Why is the regression equation called 'least squares line'?
Maths and statistics discussion, revision, exam and homework help.
-
Re: Why is the regression equation called 'least squares line'?
To see this its best to do from first principles just once. Take 5 pairs of values (x,y) that fit almost but not exactly on a straight line, say 1,5 2,11 3,15 4,19 5,26 Then work out the regression line in the normal manner. Then find the predicted values from the line for x = 1 to x = 5, take these away from the true values (5 11 15 19 26). Find the difference between the predicted and the true values, square these differences and add them together (call it S). No other line (say for example y = 5x) for these data will give you a smaller value for S.
Why this should be considered the "best" line is something worth considering.
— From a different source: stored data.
import { DateTime } from 'luxon';

/** A calendar day in the lab's zone: ISO date plus its start and end instants. */
export interface CalendarDay {
  readonly date: string;
  readonly label: string;
  readonly start: number;
  readonly end: number;
}

function dayOf(at: DateTime): CalendarDay {
  return { date: at.toISODate() ?? '', label: at.toFormat('ccc d LLL'), start: at.toMillis(), end: at.plus({ days: 1 }).toMillis() };
}

/** The seven days (Monday first) of the week holding `anchor`, in `zone`; days across a clock change keep their 23 or 25 hours. */
export function weekDays(anchor: DateTime, zone: string): CalendarDay[] {
  const monday = anchor.setZone(zone).startOf('week');
  return Array.from({ length: 7 }, (_, i) => dayOf(monday.plus({ days: i })));
}

/** Every day of the month holding `anchor`, in `zone`. */
export function monthDays(anchor: DateTime, zone: string): CalendarDay[] {
  const first = anchor.setZone(zone).startOf('month');
  return Array.from({ length: first.daysInMonth ?? 30 }, (_, i) => dayOf(first.plus({ days: i })));
}

/** Whether the half-open period [start, end) touches the day. */
export function overlapsDay(period: { start: string; end: string }, day: CalendarDay): boolean {
  return Date.parse(period.start) < day.end && Date.parse(period.end) > day.start;
}

/** "09:00–17:00" of a period as seen on one day in the lab's zone; "…" marks a part that runs over midnight. */
export function timesOnDay(period: { start: string; end: string }, day: CalendarDay, zone: string): string {
  const start = Math.max(Date.parse(period.start), day.start);
  const end = Math.min(Date.parse(period.end), day.end);
  const from = start > day.start ? DateTime.fromMillis(start, { zone }).toFormat('HH:mm') : '…';
  const to = end < day.end ? DateTime.fromMillis(end, { zone }).toFormat('HH:mm') : '…';
  return `${from}–${to}`;
}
It has 3 desirable properties that are not mathematically sophisticated...we all get the same answer....it uses all the data...it is easy to calculate. -
Re: Why is the regression equation called 'least squares line'?
It means the method produces a line that produces the LOWEST sum total of all the differences to the line squared.
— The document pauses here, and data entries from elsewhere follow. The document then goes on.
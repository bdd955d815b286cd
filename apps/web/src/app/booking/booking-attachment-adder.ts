import { ChangeDetectionStrategy, Component, computed, inject, input, output, signal } from '@angular/core';
import { MatButtonModule } from '@angular/material/button';
import { MatIconModule } from '@angular/material/icon';
import type { BookingAttachment } from '@tunnelwright/contracts';
import { ErrorBanner } from '../shared/error-banner';
import { AttachmentPicker } from './attachment-picker';
import { AttachmentQueue, type AttachmentQueueHandlers } from './attachment-queue';
import type { AttachmentUploadPhase } from './attachment-upload';
import { BookingApi } from './booking-api';

/**
 * Adds drawings or photos to a booking that already exists: the shared drop zone behind a button, each file sent at
 * once with its own progress, a failed file retried alone or taken off the list.
 */
@Component({
  selector: 'tw-booking-attachment-adder',
  changeDetection: ChangeDetectionStrategy.OnPush,
  imports: [MatButtonModule, MatIconModule, ErrorBanner, AttachmentPicker],
  template: `
    @if (open()) {
      <div class="adder" role="group" [attr.aria-label]="'Add files to the booking of ' + tunnelName()">
        <tw-attachment-picker [uploads]="queue.uploads()" [refusals]="queue.refusals()" (added)="add($event)" (removed)="queue.remove($event)" />
        <p class="status" role="status">{{ status() }}</p>
        @if (failureText(); as message) {
          <tw-error-banner [message]="message" (retry)="send(['failed'])" />
        }
        <button mat-button type="button" [disabled]="queue.busy()" (click)="close()">Done adding files</button>
      </div>
    } @else {
      <button mat-button type="button" (click)="open.set(true)">
        <mat-icon class="material-icons">attach_file</mat-icon>
        Add drawings or photos
      </button>
    }
  `,
  styles: `
    .adder {
      margin-top: 8px;
    }
    .status {
      color: var(--mat-sys-on-surface-variant);
      margin: 4px 0;
    }
    .status:empty {
      display: none;
    }
  `,
})
export class BookingAttachmentAdder {
  private readonly api = inject(BookingApi);

  readonly bookingId = input.required<string>();
  /** Names the booking in the group's label. */
  readonly tunnelName = input('');
  /** Emitted with the attachments of each file once the API has stored it. */
  readonly attached = output<BookingAttachment[]>();

  protected readonly queue = new AttachmentQueue(this.api);
  protected readonly open = signal(false);
  /** The latest file stored, announced to screen readers. */
  protected readonly status = signal('');
  protected readonly failureText = computed(() => {
    const failed = this.queue.failed();
    if (this.queue.busy() || failed === 0) return null;
    return `${failed === 1 ? 'One file' : `${failed} files`} could not be attached.`;
  });

  /** Checks the chosen files against the limits and sends those the API will take. */
  protected add(files: File[]): void {
    this.queue.add(files);
    this.send(['waiting']);
  }

  /** Sends the files in `phases`: new ones as they are chosen, failed ones when the user asks to try again. */
  protected send(phases: readonly AttachmentUploadPhase[]): void {
    const handlers: AttachmentQueueHandlers = {
      stored: (attachments) => {
        this.status.set(`Attached ${attachments.map((attachment) => attachment.filename).join(', ')}.`);
        this.attached.emit(attachments);
      },
      // Stored files now show in the booking's documents, so the list keeps only what still needs attention.
      allStored: () => this.queue.clearStored(),
    };
    this.queue.send(this.bookingId(), handlers, phases);
  }

  protected close(): void {
    this.queue.clearStored();
    this.open.set(false);
  }
}
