import type { AbstractControl, ValidationErrors } from '@angular/forms';

/** Reads "20, 30, 40" as speeds in m/s; null when any entry is not a number above zero. */
export function parseSpeeds(text: string): number[] | null {
  const parts = text
    .split(/[,;\s]+/)
    .map((part) => part.trim())
    .filter((part) => part !== '');
  const speeds = parts.map(Number);
  return speeds.every((speed) => Number.isFinite(speed) && speed > 0) ? speeds : null;
}

/** Form validator for a list of speeds. */
export function speedListValidator(control: AbstractControl<string>): ValidationErrors | null {
  const speeds = parseSpeeds(control.value ?? '');
  if (speeds === null) {
    return { speeds: 'List speeds in m/s above zero, separated by commas' };
  }
  return speeds.length > 50 ? { speeds: 'List at most 50 speeds' } : null;
}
For simplicity, say we have two points 10 units apart. Although we can produce a line that goes through both points, consider the following and that we are producing a horizontal line that separates the two points:
We can make the line that goes through one point and is 10 units away from the other, the total sum of the squares would produce: 0^2+10^2=100;
But we could also create a line that is 3 units from one point and 7 units from the other. This would give us a sum of squares value of 7^2+3^2=58 which has a lower sum of squares.
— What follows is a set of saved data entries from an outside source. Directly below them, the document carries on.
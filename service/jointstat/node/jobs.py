"""Running jobs: each run is one straight pipeline — prepare → propose → session → conclude — carrying one ``Run``.

Theory of operation
-------------------
Roles: each node's job config says which of the manifest's two parties it is (``role: garbler`` or
``evaluator``) — that decides the table its input is read against, the session it runs and the outputs it
decodes. Which node opens the session (``initiate``) is a separate setting: the initiator connects as the
session's client and the acceptor serves, whatever their roles (the transport lets either party serve). The
proposal carries the proposer's role and the acceptor refuses it (``role_mismatch``) unless its own role is
the other one, so two nodes claiming the same party never start a session, and neither node's role is ever
inferred from who proposes.

Every run is a ``runs.Run`` record, and every step of it is told to its observers (``runs.RunRecorders``: the job
store, progress, metrics, the session log), which keep their accounts of it; the steps here decide and act.

*Initiating* (``JobRunner.run_job``, one ``attempt`` after another), each attempt with a fresh random session id,
hence fresh Δ, labels and OT secrets:

1. open — the run is stored (``running``). A node that is stopping ends it ``aborted`` (``cancelled``), one that
   already runs ``max_sessions`` sessions ``failed`` (``busy``); otherwise operators can follow it from here.
2. prepare — compile the manifest (cached per file) and read and encode this node's input (CSV or SQL, identifier
   keys hashed with the key-hashing secret) in a worker thread (``node.prepare``); failing, ``failed``
   (``input_unavailable`` when the source cannot be opened, ``input_invalid`` when the records break the manifest,
   ``manifest_unusable``; ``node.prepare.failure_code``).
3. propose — log ``session_started``, then call ``Session/Propose`` on the peer over pinned mutual TLS
   (``transport.proposals``) with the job, the manifest digest, the session id, the scheduled time and the role.
   Not delivered: ``aborted`` (``peer_unreachable``); refused: ``refused`` with the peer's reason (e.g.
   ``outside_window``).
4. session — run it over ``Session/Exchange`` as the client (``transport.client``). Its ``sign`` callback is the
   session log's ``transcript`` (the log records the transcript digest and this node's signature over it as the
   finish frame is made; the hello is signed with the same key), ``verify`` checks the peer's signatures
   (``keys.session_signing``).
5. conclude — a session that ended without a result is ``aborted`` with the abort's reason (``cancelled`` when this
   node was stopping). Otherwise the node decodes its outputs, closes and logs the phases, logs the peer's
   attestation (refused: ``aborted``, ``bad_signature``), writes the result file and ends the run ``completed``.

``run_job`` repeats a failed attempt after the configured backoff (``schedule.Planner.retry_at``) while the window
is open; failures and refusals that retrying cannot cure (``NOT_RETRIED``: bad data, an unusable manifest, a
configuration the two nodes disagree on, an exhausted budget) are not retried. An attempt whose connection was cut
before this node's OT had ended (``SessionResult.restartable``: no output can have been released on either side)
is restarted at once, up to ``node.resume.restarts`` times per run, as a new attempt with a fresh session id; the
restarts do not use up the configured retries.

Cuts after OT: the session is resumed within ``node.resume.grace_seconds`` (``session_limits``: the transport's
reconnection backoff and grace period; the garbler's replay buffer is ``node.resume.replay_buffer_mib``). A resumed
session is one session in the log, with a ``link_event`` for each cut, resume and refused attempt
(``runs.RunRecorders.linked``).

*Accepting* (``JobRunner.on_proposal``, called by the peer-facing server with the authenticated peer): the pure
decision ``acceptance.decide`` says refuse, prepare (compile the manifest, read the input, then ask again) or
accept; see there for the checks and their order. A refusal it says to record is a run opened, followed and
announced, then ended ``refused`` (phase ``proposal``) before the answer goes out. An accepted run is followed at
once (so it takes its slot before anything else awaits), opened and announced; the server is told to ``expect``
that session id from that peer's pinned certificate; the answer is *accepted*; and a task waits for the session and
concludes it as above. A peer that never opens the accepted session is given ``CONNECT_TIMEOUT_S`` or the session
deadline, whichever is shorter (``aborted``, ``peer_never_connected``).

Results: the node's own outputs, decoded by the compiled manifest (``withheld`` and the named values, or
nothing but ``withheld`` when the disclosure rule withheld them), are written as JSON to
``<job results>/<UTC time>-<session id>.json`` owner-only and atomically (``results.write_result``). The other
party's inputs, labels, Δ and results never reach this node's logs or store.

Stopping: the node first asks its running sessions to end (``NodeState.shutdown``, ``transport.driver.Shutdown``):
each sends its peer an abort frame with the reason ``peer_shutdown``, which the peer logs, and ends here
``aborted`` (``cancelled``). Attempts still preparing, proposing or waiting are then cancelled and end the same
way. An outcome is recorded in a shielded task, so a cancellation never leaves a run half-recorded; a failure of
the node's own machinery (the log, the store, the disk) ends the run ``failed`` (``internal``).
"""

from __future__ import annotations

import asyncio
import logging
import secrets
import time
from collections.abc import Callable, Coroutine
from dataclasses import dataclass, field, replace
from datetime import datetime
from typing import Any, Literal, TypeVar

import grpc
import numpy as np

from jointstat.audit.log import SessionLog
from jointstat.audit.records import AuditError, plain_detail
from jointstat.circuit.compile import CompiledStatistic
from jointstat.node.acceptance import USED_BEFORE, Prepare, Refuse, Situation, Terms, decide
from jointstat.node.budget import BUDGET_EXHAUSTED, BudgetError, BudgetExhausted
from jointstat.node.clock import Clock
from jointstat.node.config import JobConfig, NodeConfig, NodeSection
from jointstat.node.keys import NodeKeys, PeerIdentity, session_signing
from jointstat.node.metrics import NodeMetrics
from jointstat.node.prepare import (
    INPUT_INVALID,
    MANIFEST_UNUSABLE,
    Prepared,
    Preparer,
    describe_failure,
    failure_code,
)
from jointstat.node.progress import ABORTED, COMPLETED, FAILED, REFUSED, SessionTracker
from jointstat.node.results import write_result
from jointstat.node.runs import (
    BudgetRecorder,
    LogRecorder,
    MetricsRecorder,
    Outcome,
    Progress,
    Run,
    RunRecorders,
    StoreRecorder,
)
from jointstat.node.schedule import Planner
from jointstat.node.spending import Budgets
from jointstat.node.store import JobStore
from jointstat.protocol.frames import AbortReason
from jointstat.protocol.sides import Session, new_session
from jointstat.transport.channel import SessionIds, describe_rpc_error
from jointstat.transport.client import run_client
from jointstat.transport.driver import Limits, SessionResult, Shutdown
from jointstat.transport.proposals import PROTOCOL_VERSION, Answer, Proposal, propose
from jointstat.transport.server import SessionServer
from jointstat.units import plural

log = logging.getLogger("jointstat.node")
However, we could produce a line that is 5 units from each point. This is the optimal solution as it gives us a sum of squares value of 5^2+5^2=50, the lowest achievable value.
So it just means the LOWEST sum of the squares of the differences is selected. -
Re: Why is the regression equation called 'least squares line'?I think you're jumping the gun a bit when referring to BLUE.(Original post by BrightStarXXXpa)
Why this should be considered the "best" line is something worth considering. It has 3 desirable properties that are not mathematically sophisticated...we all get the same answer....it uses all the data...it is easy to calculate.